In tutto quello che mi capita mi chiedo sempre perché quella determinata cosa è successa proprio a me e da lì parto per riflettere e capire qualcosa. Come dicevo poco fa, i momenti bui capitano pure a me, non è che vivo in un limbo però cerco sempre di vedere il bicchiere mezzo pieno, voglio trovare sempre il lato positivo in tutto, è troppo semplice arrendersi o auto commiserarsi, io non sono cosi».
Fin da giovanissimo la vita ti ha messo a dura prova ma tu sei sempre riuscito a reagire e a rialzarti; quale consiglio puoi dare a chi si sente abbattuto e non riesce a trovare la forza di lottare?
«Sì la vita è stata dura con me, però tutto quello che ho affrontato e che ogni giorno affronto mi serve per capire come sono diventato. Ne ho passate tante e ne sto ancora passando molte ma la vita è cosi, pensa che vita piatta sarebbe senza problemi, senza grattacapi sarebbe una vita monotona.

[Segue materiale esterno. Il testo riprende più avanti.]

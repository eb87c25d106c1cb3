//! Questions that take many flights: sizes and margins.
//!
//! Each study is a plan, an evaluation of one item, and a collection. Absent on purpose: threads, clocks,
//! unseeded randomness, files.

pub mod deadline;
pub mod departures;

Il consiglio che voglio dare a tutti è: ragazzi siamo tutti al mondo per un motivo, io il mio lo sto ancora cercando però ricordate di esigere e pretendere, non bisogna accontentarsi mai, la vita è il dono più bello del mondo, cerchiamo di non scordarcelo mai!
Io sono un persona che non si accontenta mai, vorrei sempre tutto ma ho imparato che per avere bisogna saper dare. Tutti dobbiamo ricordarci che niente ci è dovuto ma che dobbiamo lottare per ottenerlo… e questo è anche il bello della vita».
Qual è la tua canzone preferita?
«Non ho una canzone preferita, ho più canzoni che rappresentano certi momenti della mia vita: ad esempio “Certe notti” di Ligabue è una di queste e il motivo mi sembra evidente».